+++ Information supplied +++

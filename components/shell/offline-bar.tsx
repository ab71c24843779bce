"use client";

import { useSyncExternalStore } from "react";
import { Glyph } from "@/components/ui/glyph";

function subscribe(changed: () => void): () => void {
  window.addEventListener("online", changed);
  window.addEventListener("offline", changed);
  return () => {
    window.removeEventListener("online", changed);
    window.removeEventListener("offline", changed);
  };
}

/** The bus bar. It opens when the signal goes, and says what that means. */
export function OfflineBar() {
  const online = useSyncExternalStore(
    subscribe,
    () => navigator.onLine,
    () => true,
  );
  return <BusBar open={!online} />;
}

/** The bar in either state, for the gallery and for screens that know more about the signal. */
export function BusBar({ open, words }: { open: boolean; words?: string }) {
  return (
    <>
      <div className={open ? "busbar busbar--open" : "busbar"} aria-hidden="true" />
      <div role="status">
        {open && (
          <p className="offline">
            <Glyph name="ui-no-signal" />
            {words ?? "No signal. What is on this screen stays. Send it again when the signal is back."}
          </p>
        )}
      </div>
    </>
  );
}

+++

**Task requirements**.
A word-for-word copy of all the entries is required.

**Completed task**.
filename components/shell/offline-bar.tsx
repository ab71c24843779bce
"use client";

import { useSyncExternalStore } from "react";
import { Glyph } from "@/components/ui/glyph";

function subscribe(changed: () => void): () => void {
  window.addEventListener("online", changed);
  window.addEventListener("offline", changed);
  return () => {
    window.removeEventListener("online", changed);
    window.removeEventListener("offline", changed);
  };
}

/** The bus bar. It opens when the signal goes, and says what that means. */
export function OfflineBar() {
  const online = useSyncExternalStore(
    subscribe,
    () => navigator.onLine,
    () => true,
  );
  return <BusBar open={!online} />;
}

/** The bar in either state, for the gallery and for screens that know more about the signal. */
export function BusBar({ open, words }: { open: boolean; words?: string }) {
  return (
    <>
      <div className={open ? "busbar busbar--open" : "busbar"} aria-hidden="true" />
      <div role="status">
        {open && (
          <p className="offline">
            <Glyph name="ui-no-signal" />
            {words ?? "No signal. What is on this screen stays. Send it again when the signal is back."}
          </p>
        )}
      </div>
    </>
  );
}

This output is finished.